/**
 * An initial-value problem as the engine sees it: named state components, a right-hand side
 * and per-component tolerances. Nothing here knows about tanks; the nitrogen model builds one.
 */
export interface OdeProblem {
  /** Number of state components. */
  readonly dim: number;
  /** A name per component (for messages and debugging). */
  readonly names: readonly string[];
  /**
   * dy/dt at time t (days). Must return a fresh array of length `dim` and must not modify `y`.
   * Units: each component's unit per day.
   */
  rhs(t: number, y: readonly number[]): number[];
  /** Absolute tolerance per component, in that component's unit. */
  readonly absoluteTolerance: readonly number[];
  /** Relative tolerance (scalar or per component). */
  readonly relativeTolerance: number | readonly number[];
}

/** An upward crossing to watch for: the event fires when y[index] rises to `threshold`. */
export interface Watch {
  readonly index: number;
  readonly threshold: number;
}
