def main():
    if "--time" in sys.argv:
        time_model_year()
        return
    with open(os.path.join(HERE, "reference-scenarios.json")) as fh:
        scenarios = json.load(fh)
    out = {
        "about": "State at days 7, 30 and 180 (before that day's events) from tools/reference_model.py, "
        f"scipy {scipy.__version__} LSODA, rtol {RTOL}. Order of components: docs/engine.md.",
        "scenarios": {},
    }
    for name, s in scenarios.items():
        out["scenarios"][name] = run(s)
        print(name, "done", file=sys.stderr)
    with open(os.path.join(HERE, "reference-output.json"), "w") as fh:
        json.dump(out, fh, indent=1)
        fh.write("\n")


if __name__ == "__main__":
    main()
______________________________
• **Task details**: Every line of the material above must be set down again exactly.

• **Result of the exercise**:
/**
 * An initial-value problem as the engine sees it: named state components, a right-hand side
 * and per-component tolerances. Nothing here knows about tanks; the nitrogen model builds one.
 */
export interface OdeProblem {
  /** Number of state components. */
  readonly dim: number;
  /** A name per component (for messages and debugging). */
  readonly names: readonly string[];
  /**
   * dy/dt at time t (days). Must return a fresh array of length `dim` and must not modify `y`.
   * Units: each component's unit per day.
   */
  rhs(t: number, y: readonly number[]): number[];
  /** Absolute tolerance per component, in that component's unit. */
  readonly absoluteTolerance: readonly number[];
  /** Relative tolerance (scalar or per component). */
  readonly relativeTolerance: number | readonly number[];
}

/** An upward crossing to watch for: the event fires when y[index] rises to `threshold`. */
export interface Watch {
  readonly index: number;
  readonly threshold: number;
}
def main():
    if "--time" in sys.argv:
        time_model_year()
        return
    with open(os.path.join(HERE, "reference-scenarios.json")) as fh:
        scenarios = json.load(fh)
    out = {
        "about": "State at days 7, 30 and 180 (before that day's events) from tools/reference_model.py, "
        f"scipy {scipy.__version__} LSODA, rtol {RTOL}. Order of components: docs/engine.md.",
        "scenarios": {},
    }
    for name, s in scenarios.items():
        out["scenarios"][name] = run(s)
        print(name, "done", file=sys.stderr)
    with open(os.path.join(HERE, "reference-output.json"), "w") as fh:
        json.dump(out, fh, indent=1)
        fh.write("\n")


if __name__ == "__main__":
    main()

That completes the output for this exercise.